『4年経っても「緊急事態宣言」を解除できない現状』(小出裕章氏)

人民新聞人民新聞オンラインの「小出裕章さんインタビュー」から(http://www.jimmin.com/htmldoc/154301.htm
65歳で定年を迎えられる小出さんの発言が紹介されています。小出氏について、「小出さんは、外側からの評論ではなく、”原発を止められなかった責任”を負う当事者として語ろうとする姿勢を堅持し続け、ことさら危機感を煽るようなことはなく、可能な限り推測を交えず、わかっている事実から判断する、という科学者としての姿勢が一貫」と書かれていますが、今も一番信頼できる方の発言です。

戦後70年 原発事故の戦後史的意味とは?
「科学技術立国」「原発先進国」という幻想

4年経っても「緊急事態宣言」を解除できない現状を自覚すべき


京都大学原子炉実験所 小出 裕章


原発事故から4年を経た総括を小出裕章さんに聞いた。小出さんは、3月末で京大原子炉実験所を退官されるので在職最後のインタビューとなった。

小出さんには、事故以前からくり返しインタビューを行ってきたが、その応答は言葉が的確で無駄がなく、論理も明快だった。これも、長年原発に向き合い、情報を集め、論理を組み立て続けてきた蓄積の賜なのだろう。
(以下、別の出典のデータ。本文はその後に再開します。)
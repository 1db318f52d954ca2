export * from './counting'
export * from './signature'
export * from './snapshot'
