import * as yup from 'yup'

/**
 * Why a check of a run has no reading of its own (docs/REFERENCES.md §Record keeping). One word used to carry all
 * of these; each now has its own count and its own wording in the record:
 * - `not_applicable`: the item does not exist on this machine (an air-cooled starter has no coolant level).
 * - `by_others`: someone else did it (the manufacturer's start-up engineer made the first start): who, the reference of
 *   their record, and whether it was witnessed.
 * - `verified_earlier`: done and recorded in an earlier report of this equipment, named by its number; carried over.
 * - `deferred`: to be done later (seasonal load, a part on order), with the reason and a due date; an open item.
 * - `not_done`: not done because it was unsafe or impossible, with the reason; an exception of the record.
 */
export const DISPOSITION_KINDS = ['not_applicable', 'by_others', 'verified_earlier', 'deferred', 'not_done'] as const
export type DispositionKind = (typeof DISPOSITION_KINDS)[number]

export interface Disposition {
  kind: DispositionKind
  /** Why (required for not applicable, deferred and not done; a remark otherwise). */
  reason: string | null
  /** by_others: who did it (person and firm). */
  by: string | null
  /** by_others: the reference of their record (e.g. the manufacturer's start-up report number). */
  reference: string | null
  /** by_others: whether our technician witnessed it. */
  witnessed: boolean | null
  /** verified_earlier: the number of the report where the check was done. */
  reportNumber: string | null
  /** deferred: the date it is due, YYYY-MM-DD. */
  dueDate: string | null
}

/** The words every screen, report, CSV and answer uses: label, count heading, and the short tag of one item. */
export const DISPOSITION_WORDS: Record<DispositionKind, { label: string; count: string; option: string }> = {
  not_applicable: { label: 'Not applicable', count: 'Not applicable', option: 'Not applicable: does not exist on this machine' },
  by_others: { label: 'Done by others', count: 'Done by others', option: 'Done by others (e.g. the manufacturer’s start-up engineer)' },
  verified_earlier: { label: 'Verified earlier', count: 'Carried over', option: 'Verified in an earlier report' },
  deferred: { label: 'Deferred', count: 'Deferred', option: 'Deferred: to be done later, with a due date' },
  not_done: { label: 'Not done', count: 'Not done', option: 'Not done: unsafe or not possible now' },
}

const text = (max: number) => yup.string().trim().max(max, `\${path} must be at most ${max} characters`).nullable().default(null)
const ISO_DATE = /^\d{4}-\d{2}-\d{2}$/

/** A report number as issued (SP-2026-0042) or as another firm writes it: letters, digits and - / . only. */
const REPORT_NUMBER = /^[A-Za-z0-9][A-Za-z0-9/._-]{0,63}$/

function realDate(s: string): boolean {
  if (!ISO_DATE.test(s)) return false
  const d = new Date(`${s}T00:00:00Z`)
  return !Number.isNaN(d.getTime()) && d.toISOString().slice(0, 10) === s
}

/**
 * A disposition as sent with a reading or a step change. Each kind asks for what makes it a record: a reason, who
 * and their reference, the earlier report, or a due date; a missing one is a 400 naming the field.
 */
export const dispositionSchema = yup
  .object({
    kind: yup
      .mixed<DispositionKind>()
      .required('${path} is required')
      .oneOf([...DISPOSITION_KINDS], `\${path} must be one of ${DISPOSITION_KINDS.join(', ')}`),
    reason: text(2000),
    by: text(200),
    reference: text(200),
    witnessed: yup.boolean().strict().nullable().default(null),
    reportNumber: text(64).test('report-number', '${path} is not a report number', (v) => !v || REPORT_NUMBER.test(v)),
    dueDate: yup.string().nullable().default(null).test('date', '${path} must be a date (YYYY-MM-DD)', (v) => !v || realDate(v)),
  })
  .noUnknown('${path} has unknown keys: ${unknown}')
  .test('complete', function (d) {
    if (!d) return true
    const base = this.path ? `${this.path}.` : ''
    const need = (key: keyof Disposition, message: string) => this.createError({ path: `${base}${key}`, message })
    const has = (v: string | null | undefined) => typeof v === 'string' && v.trim().length > 0
    switch (d.kind) {
      case 'not_applicable':
        return has(d.reason) || need('reason', 'Say why this does not exist on this machine')
      case 'by_others':
        if (!has(d.by)) return need('by', 'Say who did it (person and firm)')
        if (!has(d.reference)) return need('reference', 'Give the reference of their record (e.g. their start-up report number)')
        if (typeof d.witnessed !== 'boolean') return need('witnessed', 'Say whether you witnessed it')
        return true
      case 'verified_earlier':
        return has(d.reportNumber) || need('reportNumber', 'Give the number of the report where this was done')
      case 'deferred':
        if (!has(d.reason)) return need('reason', 'Say why it is deferred')
        if (!has(d.dueDate)) return need('dueDate', 'Give the date it is due')
        return true
      case 'not_done':
        return has(d.reason) || need('reason', 'Say why it was not done (unsafe or not possible)')
    }
    return true
  })

/** A disposition with only the details its kind keeps (the rest null), so two equal records compare equal. */
export function normalizeDisposition(d: Partial<Disposition> & { kind: DispositionKind }): Disposition {
  const t = (v: string | null | undefined) => (typeof v === 'string' && v.trim() ? v.trim() : null)
  const base: Disposition = { kind: d.kind, reason: t(d.reason), by: null, reference: null, witnessed: null, reportNumber: null, dueDate: null }
  if (d.kind === 'by_others') return { ...base, by: t(d.by), reference: t(d.reference), witnessed: typeof d.witnessed === 'boolean' ? d.witnessed : null }
  if (d.kind === 'verified_earlier') return { ...base, reportNumber: t(d.reportNumber) }
  if (d.kind === 'deferred') return { ...base, dueDate: t(d.dueDate) }
  return base
}

/**
 * The disposition of a reading or step as kept: the structured one, or (records made before dispositions existed)
 * the old "not applicable" flag and its reason.
 */
export function dispositionOf(x: { disposition?: Disposition | null; notApplicable?: boolean; naReason?: string | null } | null | undefined): Disposition | null {
  if (!x) return null
  if (x.disposition) return x.disposition
  if (x.notApplicable) return normalizeDisposition({ kind: 'not_applicable', reason: x.naReason ?? null })
  return null
}

/** One line for a disposition as the record prints it: "Done by others: A. Tech, Example Chillers Ltd, report MS-118 (witnessed)". */
export function describeDisposition(d: Disposition): string {
  const w = DISPOSITION_WORDS[d.kind].label
  switch (d.kind) {
    case 'by_others':
      return `${w}: ${d.by ?? 'someone else'}${d.reference ? `, their record ${d.reference}` : ''}${d.witnessed === true ? ' (witnessed)' : d.witnessed === false ? ' (not witnessed)' : ''}${d.reason ? `. ${d.reason}` : ''}`
    case 'verified_earlier':
      return `Carried over from ${d.reportNumber ?? 'an earlier report'}${d.reason ? `. ${d.reason}` : ''}`
    case 'deferred':
      return `${w} until ${d.dueDate ?? 'a later date'}${d.reason ? `: ${d.reason}` : ''}`
    default:
      return `${w}${d.reason ? `: ${d.reason}` : ''}`
  }
}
退官後は、「涼しいところに住み、山登りもしてみたい」と語るが、お金や社会的名声などからできるだけ身を遠ざけて生きていこうとする小出さんの生き方に多少なりとも触れさせて頂いたことは、私にとっても幸運なインタビューだった。この場を借りて謝意を表したい。(編集部・山田)

※ ※ ※

編集部:今年は、戦後70年となります。この70年を振り返った際、福島原発事故は、どんな意味を持つのでしょうか?また、どのような教訓を引き出すべきでしょうか?

小出日本は、「戦後復興」と言いながら遮二無二に突き進み、「高度成長」と言いながらエネルギーをたくさん消費するような社会を作り、挙げ句の果てに原子力にまで手を染めてしまいました。
日本は科学技術立国だなんて思っている人が多いようですが、たいへんな勘違いです。そもそも日本という国は、科学技術の先進国であろうはずがないのです。というのも日本は、200年以上鎖国をして、西洋型の科学技術と無縁なまま生きてきました。西洋と無縁であったことを私は悪いとは思いませんが、ペリーが浦賀に来て大砲を撃たれ、びっくり仰天して開国し、初めて西洋型の科学技術に触れたのです。西洋型科学技術に関して言うなら、猛烈な後進国だったのです。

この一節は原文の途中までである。